Сторож уже предвкушал удовольствие: соберутся вечером охочие до новостей мужики — то-то он им порасскажет, то-то посмеются они над попом!

«А что они себе думают! Лучшие земли, сволочи, для церквей заграбастали[25]. Своих детей вместе с сыновьями богатеев посылают в гимназии! А летом, когда в поле мужики с женами и детьми пупы надрывают от темна до темна, ихние матушки с раскормленными поповнами вылеживаются себе в тенечке в своих роскошных усадьбах, где только птичьего молока не хватает!

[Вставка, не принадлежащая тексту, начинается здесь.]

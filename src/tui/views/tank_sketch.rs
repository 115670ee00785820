//! A side view of a tank in characters: the walls and bottom, the liquid level, the shaft
//! and impeller, and the product that moves (the cavern, for a yield-stress product) against
//! the product that stands still. Drawn to scale across and up, cell by cell.

/// The glyphs of the side view (plain ASCII under `--ascii`).
#[derive(Debug, Clone, Copy)]
pub struct SketchGlyphs {
    pub wall: char,
    pub bottom: char,
    pub corner_left: char,
    pub corner_right: char,
    pub level: char,
    pub shaft: char,
    pub impeller: char,
    pub moving: char,
    pub still: char,
}

pub const UNICODE: SketchGlyphs = SketchGlyphs {
    wall: '│',
    bottom: '─',
    corner_left: '└',
    corner_right: '┘',
    level: '~',
    shaft: '│',
    impeller: '━',
    moving: '░',
    still: '·',
};

pub const ASCII: SketchGlyphs = SketchGlyphs {
    wall: '|',
    bottom: '-',
    corner_left: '+',
    corner_right: '+',
    level: '~',
    shaft: '|',
    impeller: '=',
    moving: ':',
    still: '.',
};

/// What the side view is drawn from, metres.
#[derive(Debug, Clone, Copy, PartialEq)]
pub struct TankShape {
    pub tank_diameter_m: f64,
    pub liquid_height_m: f64,
    /// The tank's working level (the site's), which sets the drawn tank height.
    pub full_height_m: f64,
    pub impeller_diameter_m: f64,
    /// Diameter and height of the moving region; `None` when the whole tank moves.
    pub cavern_m: Option<(f64, f64)>,
}

/// The impeller is drawn a third of the way up the liquid, where impellers that stand off
/// the bottom are commonly set (common practice, no source; the site does not give it).
const IMPELLER_AT: f64 = 1.0 / 3.0;
/// Head space above the working level in the drawing (for the picture only).
const HEAD_SPACE: f64 = 1.4;

/// The side view as `height` rows of `width` characters.
pub fn side_view(shape: &TankShape, width: usize, height: usize, g: SketchGlyphs) -> Vec<String> {
    let sized = |m: f64| m.is_finite() && m > 0.0;
    let drawable =
        sized(shape.tank_diameter_m) && sized(shape.liquid_height_m.max(shape.full_height_m));
    if width < 5 || height < 3 || !drawable {
        return Vec::new();
    }
    let rows = height - 1;
    let cols = width - 2;
    let tall = HEAD_SPACE * shape.full_height_m.max(shape.liquid_height_m);
    let row_height = tall / rows as f64;
    // The row holding the surface: counted from the bottom.
    let level_from_bottom = (shape.liquid_height_m / row_height).round() as usize;
    let level_row = rows.saturating_sub(level_from_bottom.clamp(1, rows));
    let imp_y = IMPELLER_AT * shape.liquid_height_m;
    let imp_row = rows.saturating_sub(1 + (imp_y / row_height).floor() as usize);
    let x_of = |c: usize| ((c as f64 + 0.5) / cols as f64 - 0.5) * shape.tank_diameter_m;
    let y_of = |r: usize| (rows - r) as f64 * row_height - 0.5 * row_height;
    let shaft_col = cols / 2;
    let mut out = Vec::with_capacity(height);
    for r in 0..rows {
        let mut line = String::with_capacity(width);
        line.push(g.wall);
        for c in 0..cols {
            let x = x_of(c);
            let ch = if r == imp_row && x.abs() <= shape.impeller_diameter_m / 2.0 {
                g.impeller
            } else if c == shaft_col && r < imp_row {
                g.shaft
            } else if r < level_row {
                ' '
            } else if r == level_row {
                g.level
            } else if moves(shape, x, y_of(r), imp_y) {
                g.moving
            } else {
                g.still
            };
            line.push(ch);
        }
        line.push(g.wall);
        out.push(line);
    }
    let mut bottom = String::with_capacity(width);
    bottom.push(g.corner_left);
    bottom.extend(std::iter::repeat_n(g.bottom, cols));
    bottom.push(g.corner_right);
    out.push(bottom);
    out
}

/// Inside the cavern (a cylinder centred on the impeller), or anywhere with no cavern.
fn moves(shape: &TankShape, x: f64, y: f64, imp_y: f64) -> bool {
    match shape.cavern_m {
        None => true,
        Some((dc, hc)) => x.abs() <= dc / 2.0 && (y - imp_y).abs() <= hc / 2.0,
    }
}

#[cfg(test)]
mod tests {
    use super::*;

    fn shape(cavern: Option<(f64, f64)>) -> TankShape {
        TankShape {
            tank_diameter_m: 2.0,
            liquid_height_m: 2.0,
            full_height_m: 2.0,
            impeller_diameter_m: 0.5,
            cavern_m: cavern,
        }
    }

    #[test]
    fn a_narrow_cavern_leaves_still_product_at_the_wall() {
        let v = side_view(&shape(Some((1.0, 0.4))), 22, 8, ASCII);
        assert_eq!(v.len(), 8);
        assert!(v.iter().all(|l| l.chars().count() == 22));
        let text = v.join("\n");
        assert!(text.contains('~') && text.contains('=') && text.contains(':'));
        // Half the tank's width is in the cavern: the cells next to each wall stand still.
        let imp = v
            .iter()
            .find(|l| l.contains('='))
            .map_or("", |l| l.as_str());
        assert!(imp.starts_with("|.") && imp.ends_with(".|"), "{text}");
        assert_eq!(v[7], format!("+{}+", "-".repeat(20)));
    }

    #[test]
    fn with_no_cavern_all_the_liquid_moves() {
        let v = side_view(&shape(None), 22, 8, UNICODE).join("\n");
        assert!(!v.contains('·'), "{v}");
        assert!(v.contains('░'));
    }
}
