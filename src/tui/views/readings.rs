//! The Readings view: enter a viscometer set (speed and dial per row, temperature, notes)
//! with fields checked as they are typed; `s` journals the set and shows its flow curve.

use super::readings_draw;
use super::readings_form::{CheckedSet, Focus, Form};
use super::{Draft, Effect, View, ViewId};
use crate::instrument::Geometry;
use crate::journal::Payload;
use crate::text::sanitize;
use crate::tui::ctx::Ctx;
use crate::tui::keymap::{Action, Binding, Key, Scope, b, h};
use crate::tui::strings::{caution, keys, views as names};
use crate::tui::session_log::summarize;
use crate::tui::strings::readings as s;
use crate::tui::widgets::editing::{self, EditStep, Leave};
use ratatui::Frame;
use ratatui::layout::Rect;

/// This view's id.
pub const ID: ViewId = ViewId("readings");

/// The Readings view's own keys.
const KEYS: &[Binding] = &[
    b(Scope::View, &[Key::Enter, Key::Char('e')], Action::Activate, keys::EDIT_FIELD),
    h(Scope::View, &[Key::Digit], Action::Type('0'), keys::TYPE_VALUE),
    b(Scope::View, &[Key::Char('s')], Action::Save, keys::SAVE_SET),
    h(Scope::View, &[Key::Char('a')], Action::AddRow, keys::ADD_ROW),
    h(Scope::View, &[Key::Char('x')], Action::RemoveRow, keys::REMOVE_ROW),
];

pub struct ReadingsView {
    form: Form,
    editing: bool,
}

fn geometry(ctx: &Ctx, index: usize) -> Option<&Geometry> {
    ctx.site.viscometers.get(index).map(|v| &v.geometry)
}

impl ReadingsView {
    pub fn new(ctx: &Ctx) -> ReadingsView {
        ReadingsView {
            form: Form::new(0, geometry(ctx, 0)),
            editing: false,
        }
    }

    /// Test and bench access to the form.
    pub fn form(&self) -> &Form {
        &self.form
    }

    fn begin_edit(&mut self, first: Option<char>) {
        let Some(field) = self.form.field_mut(self.form.focus) else {
            return;
        };
        match first {
            Some(c) => editing::start_with(field, c),
            None => field.begin_edit(),
        }
        self.editing = true;
    }

    fn cycle_viscometer(&mut self, ctx: &Ctx, step: isize) {
        let n = ctx.site.viscometers.len();
        if n == 0 {
            return;
        }
        let old = self.form.viscometer;
        let new = (old as isize + step).rem_euclid(n as isize) as usize;
        self.form
            .set_viscometer(new, geometry(ctx, old), geometry(ctx, new));
    }

    fn handle_editing(&mut self, action: Action) {
        let focus = self.form.focus;
        let Some(field) = self.form.field_mut(focus) else {
            self.editing = false;
            return;
        };
        match editing::apply(field, action) {
            EditStep::Typing => {}
            EditStep::Cancelled => self.editing = false,
            EditStep::Accepted(leave) => self.leave_field(leave),
        }
    }

    fn leave_field(&mut self, leave: Leave) {
        match leave {
            Leave::Below | Leave::Down => self.form.down(),
            Leave::Up => self.form.up(),
            Leave::Next => self.form.next(),
            Leave::Prev => self.form.prev(),
        }
        let keep_typing = matches!(leave, Leave::Next | Leave::Prev);
        self.editing = false;
        if keep_typing {
            self.begin_edit(None);
        }
    }

    fn handle_top(&mut self, action: Action, ctx: &Ctx) -> Vec<Effect> {
        let on_choice = self.form.focus == Focus::Viscometer;
        match action {
            Action::Up => self.form.up(),
            Action::Down => self.form.down(),
            Action::Left if on_choice => self.cycle_viscometer(ctx, -1),
            Action::Right | Action::Activate if on_choice => self.cycle_viscometer(ctx, 1),
            Action::Left | Action::Right => self.form.across(),
            Action::Home => self.form.focus = Focus::Viscometer,
            Action::End => self.form.focus = Focus::Notes,
            Action::Activate => self.begin_edit(None),
            Action::Type(c) => self.begin_edit(Some(c)),
            Action::AddRow => return status(self.form.add_row()),
            Action::RemoveRow => return status(self.form.remove_row()),
            Action::Save => return self.save(ctx),
            _ => {}
        }
        Vec::new()
    }

    fn save(&mut self, ctx: &Ctx) -> Vec<Effect> {
        let Some(product) = ctx.picks.product.clone() else {
            return vec![Effect::Status(s::NEED_PRODUCT.to_string())];
        };
        let Some(visc) = ctx.site.viscometers.get(self.form.viscometer) else {
            return vec![Effect::Status(s::NEED_VISCOMETER.to_string())];
        };
        let checked = match self.form.check() {
            Ok(c) => c,
            Err(refusal) => {
                self.form.focus = refusal.focus;
                return vec![Effect::Status(refusal.message)];
            }
        };
        let drafts = drafts(&checked, &visc.id, &product, ctx.picks.equipment.clone());
        self.form.reset(Some(&visc.geometry));
        let mut effects: Vec<Effect> = drafts.into_iter().map(Effect::Journal).collect();
        effects.push(Effect::Status(s::SAVED.to_string()));
        effects
    }
}

fn status(result: Result<(), &'static str>) -> Vec<Effect> {
    match result {
        Ok(()) => Vec::new(),
        Err(msg) => vec![Effect::Status(msg.to_string())],
    }
}

/// The set record, then the notes typed with it as a note record on the same equipment.
/// The flow curve is fitted once, when the journal's numbered record is applied to the
/// session state; the app then journals it as a result linked to the set.
fn drafts(
    checked: &CheckedSet,
    viscometer: &str,
    product: &str,
    equipment: Option<String>,
) -> Vec<Draft> {
    let set = Payload::ViscometerSet {
        viscometer: viscometer.to_string(),
        product: product.to_string(),
        temperature_raw: checked.temperature.as_ref().map(|t| t.0.clone()),
        temperature_k: checked.temperature.as_ref().map(|t| t.1),
        rows: checked.rows.clone(),
    };
    let mut out = vec![draft(set, equipment.clone())];
    if let Some(text) = &checked.notes {
        out.push(draft(
            Payload::Note {
                text: sanitize(text, false),
            },
            equipment,
        ));
    }
    out
}

fn draft(payload: Payload, equipment: Option<String>) -> Draft {
    Draft {
        summary: summarize(&payload, equipment.as_deref()),
        equipment,
        payload,
    }
}

impl View for ReadingsView {
    fn id(&self) -> ViewId {
        ID
    }

    fn title(&self) -> &'static str {
        names::READINGS
    }

    fn caution(&self) -> &'static str {
        caution::READINGS
    }

    fn keys(&self) -> &'static [Binding] {
        KEYS
    }


    fn handle(&mut self, action: Action, ctx: &Ctx) -> Vec<Effect> {
        if self.editing {
            self.handle_editing(action);
            return Vec::new();
        }
        self.handle_top(action, ctx)
    }

    fn render(&self, frame: &mut Frame, area: Rect, ctx: &Ctx) {
        let block = ctx.theme.panel(s::TITLE);
        let inner = block.inner(area);
        frame.render_widget(block, area);
        readings_draw::draw(frame, inner, &self.form, self.editing, ctx);
    }

    fn editing(&self) -> bool {
        self.editing
    }

    fn unsaved_input(&self) -> Option<&'static str> {
        self.form.has_input().then_some(s::FORM_NAME)
    }
}
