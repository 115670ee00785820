//! What the screens are started with: a plain struct, so the TUI knows nothing of the command
//! line's parser, and the command line knows nothing of the TUI.

use std::path::PathBuf;

/// Options for the screens.
#[derive(Debug, Clone, Default, PartialEq, Eq)]
pub struct TuiOptions {
    /// Site config; `None` is the bundled demo.
    pub site: Option<PathBuf>,
    /// Continue this session journal instead of starting a new one.
    pub resume: Option<PathBuf>,
    /// Folder for new session journals (default `logs/`).
    pub log_dir: Option<PathBuf>,
    /// Operator name for the journal (default: the OS user).
    pub operator: Option<String>,
    /// Plain ASCII glyphs only.
    pub ascii: bool,
}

Посмотрим, что будут делать ваши матушки, какими станут поповны, когда люди этак с год не походят в церковь!.. Белые перчаточки летом уже не будете, падлы, носить. А то мясцо каждый день в щах, да еще и масло на хлеб намазываете, чтобы вам подавиться, буржуи!..»

ПОХОД ЖЕНЩИН НА ГРОДНО И ЧТО ИЗ ЭТОГО ВЫШЛО

1

Постепенно пустели храмы в Кринках, Берестовицах, Соколке, Свислочи, Волковыске…

Только в больших городах «новое учение» пока что не имело успеха. Не увлекало оно избалованных и разжиревших горожан. Альяша, впрочем, это не волновало.

Теперь все реже появлялся он на сходках своей общины, предоставив Ломнику руководить ею. Климович был слишком ограничен и беспомощен, чтобы как-то повлиять на вспыхнувшую вокруг него стихию.

Пока «третьи священники» во главе с михаловским балагулой устраивали шабаш вокруг его имени, Альяш с упоением занимался хозяйством.

Вспомнив цветные витражи в окнах Андреевского собора в Кронштадте и разузнав, что такие же делают в Вильно, он отправился туда — за две сотни километров! — и заказал их для своей церкви.

Сбросил с крыши тяжелую черепицу, заменив ее легким и сверкающим на солнце оцинкованным железом.

Вычитав в Евангелии от Луки упоминание о гостинице, задумал построить такую же для богомольцев — с конюшней и колодцем для лошадей.

Выбрал место для ветряка.

Наконец его озарила дерзкая идея построить собор. Не какой-нибудь, а вроде Андреевского! Нанятые им рабочие уже копали в поле ямы, выбирали такое место под фундамент, где собор стоял бы века!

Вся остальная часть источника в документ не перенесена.